As is the case with all of the members of AFSCME, UMCCC teachers are severely underpaid. And this wage inequity threatens not only the quality of child care at the university, but also the ability of UMCCC families to do the vital work of the university. Unlike other child care centers in an industry that has a notoriously high turnover rate, the UMCCC is known for having teachers who have been at the center for several years. It is vitally important to ensure that UMCCC teachers are paid the salaries that are commensurate with the excellent work and service that they provide. If we do not, we risk losing our most experienced and talented teachers and irrevocably diminishing the quality of care at the center.
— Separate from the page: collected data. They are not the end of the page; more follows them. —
export function verifyPlan(layout: ChipLayout, plan: PlanInput, where: VerifyWhere): VerifyResult {
  const ctx = buildPlanContext(layout);
  const parking = Float64Array.from(ctx.ids, (q) => fromHz(plan.qubits.get(q)!.parkingFrequency));
  const idle = evaluateIdle(ctx, parking);
  const violations: Finding[] = [...idle.violations];
  const states: ExactQubitState[] = idle.states.map((s, i) => s ?? exactQubitState(ctx.transmons[i], Math.min(ctx.transmons[i].fMaxGHz, Math.max(ctx.transmons[i].fMinGHz, parking[i])), ctx.rules.resistanceSpread));
  const edgePlans: EdgePlan[] = [];
  const layerOf: number[] = [];
  const records: GateRecord[] = [];
  const sources: EdgeGateSource[] = [];
  let waveforms = 0;
  const missing: string[] = [];
  const byPair = new Map(ctx.edges.map((e) => [pairKey(ctx.ids[e.a], ctx.ids[e.b]), e.index]));
  const planEdges = [...plan.edges].sort((x, y) => byPair.get(pairKey(...x.qubits))! - byPair.get(pairKey(...y.qubits))!);
  const shownDir = where.shownDir ?? where.dir;
  for (const pe of planEdges) {
    const edge = ctx.edges[byPair.get(pairKey(...pe.qubits))!];
    const mover = ctx.index.get(pe.mover)!;
    const partner = mover === edge.a ? edge.b : edge.a;
    const key = edge.key;
    layerOf[edge.index] = pe.layer;
    const res = pairResonances(ctx.transmons[mover], ctx.transmons[partner], states[partner].flux, edge.gChargeGHz)[pe.crossing];
    const range = ctx.ranges[mover];
    const short = res && res.moverF01GHz >= range.lo - 1e-9 ? tuningRoomShortfall(range, states[mover].f01GHz, res.moverF01GHz, res.couplingGHz) : 0;
    if (!res || res.moverF01GHz < range.lo - 1e-9 || short > 0) {
      const why = short > 0 ? ` with room to tune past it (less than one splitting inside its planning range)` : '';
      violations.push({ rule: 'cz-range', qubits: [pe.mover, ctx.ids[partner]], value: res?.moverF01GHz ?? null, threshold: null, edge: key,
        message: `${pe.mover} cannot reach the ${pe.crossing} crossing with ${ctx.ids[partner]} parked at ${ghz(parking[partner])}${why}` });
      edgePlans[edge.index] = stubPlan(edge.index, mover, partner, pe.crossing);
      sources[edge.index] = { kind: 'none' };
      continue;
    }
    const tol = VERIFY_DEFAULTS.crossingToleranceGHz;
    const crossing = res.moverF01GHz;
    const stated = pe.crossingFrequency != null ? fromHz(pe.crossingFrequency) : null;
    if (stated !== null && Math.abs(stated - crossing) > tol) {
      violations.push({ rule: 'cz-crossing', qubits: [pe.mover, ctx.ids[partner]], value: stated, threshold: crossing, edge: key,
        message: `${key}: the plan's ${pe.crossing} crossing ${ghz(stated, 6)} no longer matches the parking frequencies (now ${ghz(crossing, 6)}, ${freq(stated - crossing)} off); re-plan this edge` });
    }

    // The waveform the plan names: where the gate really goes, how long it takes, how fast it sweeps.
    let waveform: Trajectory | null = null;
    let waveformFile: string | null = null;
    const wf = readPlanWaveform(where.dir, pe, shownDir);
    if (wf && 'missing' in wf) {
      missing.push(wf.missing);
      violations.push({ rule: 'plan-claim', qubits: [pe.mover, ctx.ids[partner]], value: null, threshold: null, edge: key,
        message: `${key}: the plan names the waveform ${wf.missing}, which is not there; the gate's duration, sweeps, interaction point and metrics cannot be checked`,
        details: { claim: formatPath(['edges', pe.index, 'gate', 'waveform']) } });
    } else if (wf) {
      waveform = wf.trajectory;
      waveformFile = wf.file;
      waveforms++;
    }
    const moverT = ctx.transmons[mover];
    let to: number;
    let toFluxFromWave: number | null = null;
    if (waveform) {
      const start = moverT.f01(waveform.flux[0]);
      if (Math.abs(start - parking[mover]) > VERIFY_DEFAULTS.waveformStartToleranceGHz) {
        violations.push({ rule: 'plan-claim', qubits: [pe.mover], value: start, threshold: parking[mover], edge: key,
          message: `${key}: the waveform ${waveformFile} starts at flux ${waveform.flux[0]} (${pe.mover} at ${ghz(start, 6)}), not at ${pe.mover}'s parking frequency ${ghz(parking[mover], 6)}`,
          details: { claim: formatPath(['qubits', pe.mover, 'parkingFrequency']) } });
      }
      const plateau = plateauSample(waveform, (x) => moverT.f01(x));
      to = moverT.f01(plateau);
      toFluxFromWave = plateau;
    } else {
      to = pe.interactionFrequency !== null ? fromHz(pe.interactionFrequency) : crossing;
    }
    // Without a designed gate the interaction point is the crossing itself; a designed gate sits
    // at its own offset from the exact (dressed) crossing (its claims are checked on the waveform).
    if (!pe.gate && Math.abs(to - crossing) > tol) {
      violations.push({ rule: 'cz-crossing', qubits: [pe.mover, ctx.ids[partner]], value: to, threshold: crossing, edge: key,
        message: `${key}: the interaction frequency ${ghz(to, 6)} is not the ${pe.crossing} crossing at the parking frequencies (${ghz(crossing, 6)})` });
    }
    if (pe.gate && waveform && Math.abs(to - crossing) > designWindowGHz(res.couplingGHz)) {
      violations.push({ rule: 'cz-crossing', qubits: [pe.mover, ctx.ids[partner]], value: to, threshold: crossing, edge: key,
        message: `${key}: the waveform ${waveformFile} takes ${pe.mover} to ${ghz(to, 6)}, ${freq(to - crossing)} from the ${pe.crossing} crossing at ${ghz(crossing, 6)}; a CZ design stays within a few splittings of it` });
    }
    const toFlux = toFluxFromWave !== null ? Math.abs(toFluxFromWave) : moverT.fluxForF01OrNull(to);
    if (toFlux === null || to < ctx.ranges[mover].lo - 1e-9) {
      violations.push({ rule: 'cz-range', qubits: [pe.mover], value: to, threshold: null, edge: key, message: `${pe.mover} cannot reach the interaction frequency ${ghz(to)} inside its planning range` });
      edgePlans[edge.index] = stubPlan(edge.index, mover, partner, pe.crossing);
      sources[edge.index] = { kind: 'none' };
      continue;
    }
    const parked = new Map<number, DuringGate>();
    const parkedInfo: ParkedSpectator[] = [];
    for (const [s, fHz] of [...pe.spectatorParking].sort((a, b) => ctx.index.get(a[0])! - ctx.index.get(b[0])!)) {
      const q = ctx.index.get(s)!;
      const f = fromHz(fHz);
      const t = ctx.transmons[q];
      if (!(f >= ctx.ranges[q].lo - 1e-9 && f <= t.fMaxGHz + 1e-9)) {
        violations.push({ rule: 'cz-range', qubits: [s], value: f, threshold: null, edge: key, message: `${s}: spectator parking ${ghz(f)} for ${key} is outside its planning range` });
        continue;
      }
      const st = exactQubitState(t, Math.min(f, t.fMaxGHz), ctx.rules.resistanceSpread);
      parked.set(q, { f01GHz: st.f01GHz, f12GHz: st.f12GHz });
      parkedInfo.push({ qubit: q, fGHz: st.f01GHz, flux: st.flux, f12GHz: st.f12GHz, reason: '' });
    }
    // The mover sweeps with the gate's ramp; spectators move with the plan's.
    const rampNs = (pe.gate?.rampTime ?? pe.rampTime) * 1e9;
    const spectatorRampNs = pe.rampTime * 1e9;
    const scenario: GateScenario = {
      edge: edge.index, mover, partner, crossing: pe.crossing,
      fromGHz: parking[mover], toGHz: to, moverF12AtToGHz: moverT.spectrum(toFlux).f12GHz,
      crossingCouplingGHz: res.couplingGHz, rampNs, spectatorRampNs, parking: states.map((s) => ({ f01GHz: s.f01GHz, f12GHz: s.f12GHz })), parked,
    };
    const ev = evaluateGate(ctx, scenario);
    for (const f of ev.findings) {
      if (waveform && f.rule.startsWith('cz-swept-') && f.qubits[0] === pe.mover) continue;
      if ((waveform || pe.gate?.duration != null) && f.rule === 'cz-duration') continue;
      const { blame: _b, ...rest } = f;
      violations.push(rest);
    }
    if (waveform) violations.push(...waveformSweepFindings(ctx, mover, key, ev.swept, waveform));
    if (pe.gate && pe.gate.feasible === false) {
      violations.push({ rule: 'cz-design', qubits: [pe.mover, ctx.ids[partner]], value: null, threshold: null, edge: key,
        message: `the plan's CZ design for ${key} is marked infeasible${pe.gate.reason ? `: ${pe.gate.reason}` : ''}` });
    }
    // Duration: the waveform's samples when there are any, else what the plan states; the slot
    // adds the spectator moves on the AWG grid (src/plan/rules/cz-duration.ts).
    const gateNs = waveform ? trajectoryDuration(waveform) : pe.gate?.duration != null ? pe.gate.duration * 1e9 : null;
    if (gateNs !== null) {
      const total = slotNs(gateNs, parked.size > 0, spectatorRampNs, ctx.rules);
      if (total > ctx.rules.maxGateNs + 1e-9) {
        violations.push({ rule: 'cz-duration', qubits: [pe.mover, ctx.ids[partner]], value: total, threshold: ctx.rules.maxGateNs, edge: key,
          message: `the designed CZ on ${key} takes ${total.toFixed(1)} ns${waveform ? ` (the samples of ${waveformFile})` : ''}${parked.size > 0 ? ' with its spectator moves' : ''}; the limit is ${ctx.rules.maxGateNs} ns` });
      }
    }
    edgePlans[edge.index] = {
      ...stubPlan(edge.index, mover, partner, pe.crossing),
      feasible: ev.findings.length === 0,
      crossingGHz: crossing,
      interactionGHz: to,
      moverInteractionFlux: toFlux,
      moverF12AtInteractionGHz: scenario.moverF12AtToGHz,
      crossingCouplingGHz: res.couplingGHz,
      rampNs: spectatorRampNs,
      parked: parkedInfo,
      swept: ev.swept,
    };
    edgePlans[edge.index].durationNs = ev.durationNs;
    const noisyMethod = pe.gate?.fidelityNoisyMethod ?? (statedNumber(plan, ['edges', pe.index, 'gate', 'fidelityNoisy']) !== null ? 'estimate' : null);
    const replay = waveform ? gateReplay(ctx, pe, mover, partner, states, waveform, noisyMethod, waveformFile!) : null;
    records.push({
      input: pe, index: edge.index, mover, partner, interactionGHz: to, interactionFlux: toFlux, parkedCount: parked.size,
      waveform, waveformFile, noisyMethod,
      simulation: replay ? replay.simulation : null,
      noise: replay ? replay.noise : null,
    });
    // the gate the budget counts (src/plan/verify-budget.ts), as the planner counts it (src/plan/plan-budget.ts)
    if (pe.gate && pe.gate.feasible === false) sources[edge.index] = { kind: 'none' };
    else if (replay && waveform && noisyMethod !== null) {
      const w = waveform;
      const slot = slotNs(trajectoryDuration(w), parked.size > 0, spectatorRampNs, ctx.rules);
      const during = new Map(parkedInfo.map((p) => [p.qubit, p.flux]));
      let stage: StageBudget | null = null;
      sources[edge.index] = {
        kind: 'designed', waveform: w, slotNs: slot,
        stage: () => (stage ??= replay.stage(budgetSpectatorList((q: number) => ctx.neighbours[q], mover, partner, pe.crossing).map(({ qubit: S, coupledTo }) => ({
          transmon: ctx.transmons[S], coupledTo, gGHz: ctx.edges[ctx.edgeBetween(coupledTo === 'mover' ? mover : partner, S)].gGHz, flux: during.get(S) ?? states[S].flux,
        })))),
      };
    } else if (gateNs !== null) sources[edge.index] = { kind: 'estimated', scenario, slotNs: slotNs(gateNs, parked.size > 0, spectatorRampNs, ctx.rules) };
    else sources[edge.index] = { kind: 'estimated', scenario, slotNs: ev.durationNs };
  }

  // Layers: indices in range and contiguous, the top-level list agrees, conflicts recomputed.
  const f12 = states.map((s) => s.f12GHz);
  const pairs = conflictingPairs(ctx, edgePlans, f12, parking);
  violations.push(...layerFindings(ctx, plan, layerOf, edgePlans, pairs));
  const crowd = crowding(ctx, parking, states, calibratedZzScale(ctx, parking, idle.zzGHz), edgePlans);
  // The error budget, recomputed, and its rules.
  const budget = recomputeBudget(ctx, edgePlans, sources, layerOf, states, idle.zzGHz);
  violations.push(...budgetFindings(ctx, edgePlans, states, budget));

  // Claims.
  const env: ClaimEnv = { ctx, plan, states, zzGHz: idle.zzGHz, crowding: crowd.qubits, budget };
  let claims = 0;
  const problems: Diagnostic[] = [];
  const check = (claim: Claim, scoped: ClaimEnv, base: Path, qubits: string[], edge?: string): void => {
    const path = [...base, ...claim.path];
    const stated = statedNumber(plan, path, problems);
    if (stated === undefined) return;
    const recomputed = claim.recompute(scoped);
    if (recomputed === undefined) return;
    claims++;
    if (claimHolds(claim, stated, recomputed)) return;
    const tol = claim.tolerance.rel ? `${formatClaimValue(claim.tolerance.abs, claim.unit)} + ${shortNumber(claim.tolerance.rel, 3)} relative` : formatClaimValue(claim.tolerance.abs, claim.unit);
    const at = plan.locate(path);
    violations.push({
      rule: 'plan-claim', qubits, value: stated, threshold: recomputed, edge,
      message: `${formatPath(path)}${at ? ` (${plan.file}:${at.line}:${at.column})` : ''}: the plan claims ${claim.what} ${formatClaimValue(stated, claim.unit)}; ${claim.from} gives ${formatClaimValue(recomputed, claim.unit)} (tolerance ${tol})`,
      details: { claim: formatPath(path), stated, recomputed, unit: claim.unit, tolerance: claim.tolerance.abs, relativeTolerance: claim.tolerance.rel ?? 0 },
    });
  };
  for (const claim of CLAIMS) {
    if (claim.scope === 'plan') check(claim, env, [], []);
    else if (claim.scope === 'qubit') ctx.ids.forEach((id, i) => check(claim, { ...env, qubit: i }, ['qubits', id], [id]));
  }
  for (const r of records) {
    const edgeEnv: ClaimEnv = { ...env, edge: { input: r.input, index: r.index, mover: r.mover, partner: r.partner, interactionGHz: r.interactionGHz, interactionFlux: r.interactionFlux, parkedCount: r.parkedCount } };
    if (r.waveform && r.simulation && r.noise) edgeEnv.gate = { waveform: r.waveform, durationNs: trajectoryDuration(r.waveform), simulation: r.simulation, noise: r.noise, noisyMethod: r.noisyMethod };
    const qs = [ctx.ids[r.mover], ctx.ids[r.partner]];
    const key = ctx.edges[r.index].key;
    for (const claim of CLAIMS) {
      if (claim.scope === 'edge') check(claim, edgeEnv, ['edges', r.input.index], qs, key);
      else if (claim.scope === 'gate' && edgeEnv.gate) check(claim, edgeEnv, ['edges', r.input.index, 'gate'], qs, key);
    }
  }
  if (problems.length > 0) throw new InputError(problems);

  const order = COLLISION_RULES.map((r) => r.name);
  const v = sortFindings(violations, order);
  return {
    ok: v.length === 0,
    violations: v,
    flags: sortFindings(crowd.flags, order),
    checked: { qubits: ctx.n, edges: edgePlans.length, layers: new Set(layerOf).size, waveforms, claims },
    missingWaveforms: missing,
    cycle: { durationNs: budget.cycle.durationNs, error: budget.cycle.error, gates: budget.cycle.gates, idles: budget.cycle.idles, uncounted: budget.cycle.uncounted },
  };
}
The vital importance of our UMCCC teachers has been made even clearer to us since the beginning of the AFSCME strike. The very ability of parents (who are faculty, staff, administrators, and students) to come into work, not to mention do a good job, depends on quality child care. We believe that having well-appreciated teachers and happy, secure children is perhaps the single most important influence on parental productivity. Cutting edge research, teaching, and service cannot occur in a vacuum; our work is absolutely dependent on the stellar work of others. This necessary strike, and the disruption in our collective work that has ensued, demonstrates the utter dependence and fragility of our dual roles as working parents. It unmasks the pretension of "business as usual" and the sheer folly of assuming that “we” can carry on without all of our workers.
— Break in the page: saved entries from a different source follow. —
/**
 * The reduced three-transmon model a spectator's error falls back to when no dressed-manifold
 * frame of the full model converges (src/budget/spectator-error.ts spectatorFrame): Reef-49's
 * Q4-Q5 CZ on an 11-02 crossing (Q4 from its lower sweet spot, 3.12 GHz, up to the crossing with
 * Q5 at its sweet spot), with Q4's neighbour Q6 at its sweet spot (6.67 GHz) as the spectator.
 * Against an independent NumPy model (test/reference/spectator_gate.py: charge-basis transmons,
 * the mover in 6 eigenstates at parking plus 6 at the waveform's flux extreme, partner 5 levels,
 * spectator 3, fourth-order Magnus, its own dressed states and virtual-Z phases) within 15 % of
 * the error (measured 2026-12-03: NumPy 1.038e-4; the planned waveform's share 1.037e-4 and the
 * direct check's 1.038e-4; with the reduced models' partner kept to 3 levels this test fails,
 * 3.28e-4 against 1.04e-4). The fallback is reached from the five-level mover model (the
 * spectator models' default before SPECTATOR_LEVELS kept 4 mover levels), whose frame does not
 * converge here. The budget's own call (spectatorBudget: the default 4 mover levels, and on an
 * 11-02 gate the partner kept to 5 levels in every model) is held to the same value (its frame
 * converges: 1.037e-4, measured 2026-12-03 with the 0.4 ns budget steps).
 */
import { demoLayout } from '../support/demo-layout.js';
import { describe, expect, it } from 'vitest';
import { designCzGate } from '../../src/gate/design.js';
import { REDUCED_MODEL_PARTNER_LEVELS, spectatorError, SPECTATOR_LEVELS } from '../../src/budget/spectator-error.js';
import { spectatorBudget, spectatorModelLevels } from '../../src/budget/waveform-budget.js';
import { numpySpectatorShare, pairAloneBaseline } from './support.js';

const { layout, q, g } = demoLayout('reef-49');
const Q4 = q('Q4');
const Q5 = q('Q5');
const Q6 = q('Q6');
const MOVER_PARK = 0.5;
const PARTNER_FLUX = 0;
const SPECTATOR_FLUX = 0;

describe('spectatorError where the full frame does not converge (reduced model)', () => {
  it('Reef-49 Q4-Q5 (11-02) with Q6: the reduced model agrees with a NumPy three-transmon simulation within 15 %', () => {
    const design = designCzGate({ mover: Q4, partner: Q5, gGHz: g('Q4', 'Q5'), moverParkFlux: MOVER_PARK, partnerFlux: PARTNER_FLUX, crossing: '11-02', rules: layout.rules });
    expect(design.feasible).toBe(true);
    const traj = design.waveform;
    const pairIn = { mover: Q4, partner: Q5, gGHz: g('Q4', 'Q5'), partnerFlux: PARTNER_FLUX };
    const spectator = { transmon: Q6, coupledTo: 'partner' as const, gGHz: g('Q5', 'Q6'), flux: SPECTATOR_FLUX };
    const fiveLevelMover = { ...SPECTATOR_LEVELS, moverLevels: 5 };
    const ours = spectatorError({ ...pairIn, traj, targetPhase: Math.PI, ...pairAloneBaseline(pairIn, traj, fiveLevelMover), levels: fiveLevelMover, spectator });
    // the case this test is about: the full model's frame does not converge
    expect(ours.reduced).toBe('mover-levels');
    const ref = numpySpectatorShare(pairIn, spectator, traj, { KA: 6, KAfar: 6, KB: 5, KS: 3, dt: 0.03 });
    expect(ref.error).toBeGreaterThan(1e-5);
    expect(Math.abs(ours.error - ref.error) / ref.error, `ours ${ours.error}, NumPy ${ref.error}`).toBeLessThan(0.15);
    // the budget as the commands compute it (spectatorBudget): on this 11-02 gate its models keep
    // the partner to 5 levels (spectatorModelLevels), and the share agrees with the same NumPy value
    const pair = { ...pairIn, traj, targetPhase: Math.PI };
    expect(spectatorModelLevels(pair).partnerLevels).toBe(REDUCED_MODEL_PARTNER_LEVELS);
    const share = spectatorBudget(pair, [spectator]).spectatorShares[0];
    expect(Math.abs(share.error - ref.error) / ref.error, `budget ${share.error} (${share.reduced}), NumPy ${ref.error}`).toBeLessThan(0.15);
  }, 600_000);

  it('spectatorModelLevels: 5 partner levels on an 11-02 gate, the usual 3 on an 11-20 gate (Reef-49 Q4-Q5 both ways)', () => {
    for (const crossing of ['11-02', '11-20'] as const) {
      const d = designCzGate({ mover: Q4, partner: Q5, gGHz: g('Q4', 'Q5'), moverParkFlux: MOVER_PARK, partnerFlux: PARTNER_FLUX, crossing, rules: layout.rules });
      expect(d.feasible, crossing).toBe(true);
      const levels = spectatorModelLevels({ mover: Q4, partner: Q5, gGHz: g('Q4', 'Q5'), partnerFlux: PARTNER_FLUX, traj: d.waveform, targetPhase: Math.PI });
      expect(levels.partnerLevels, crossing).toBe(crossing === '11-02' ? REDUCED_MODEL_PARTNER_LEVELS : SPECTATOR_LEVELS.partnerLevels);
    }
  }, 600_000);
});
The UMCCC community – the teachers, staff, parents, and children – are deeply feeling the effects of the University administration’s refusal to properly compensate ASFCME workers with funds the legislature has earmarked for this purpose. Nine of the 25 AFSCME employees at UMCCC are presently on strike. Staff who remain at the center continue to provide excellent care, but under difficult conditions. One teacher who had been on maternity leave has been called back to work. Many parents have considered bringing in their children for shorter days or keeping them home whenever possible in order to alleviate pressure on UMCCC teachers and staff. But this is not an option for many of us if we wish to continue to do the university's work.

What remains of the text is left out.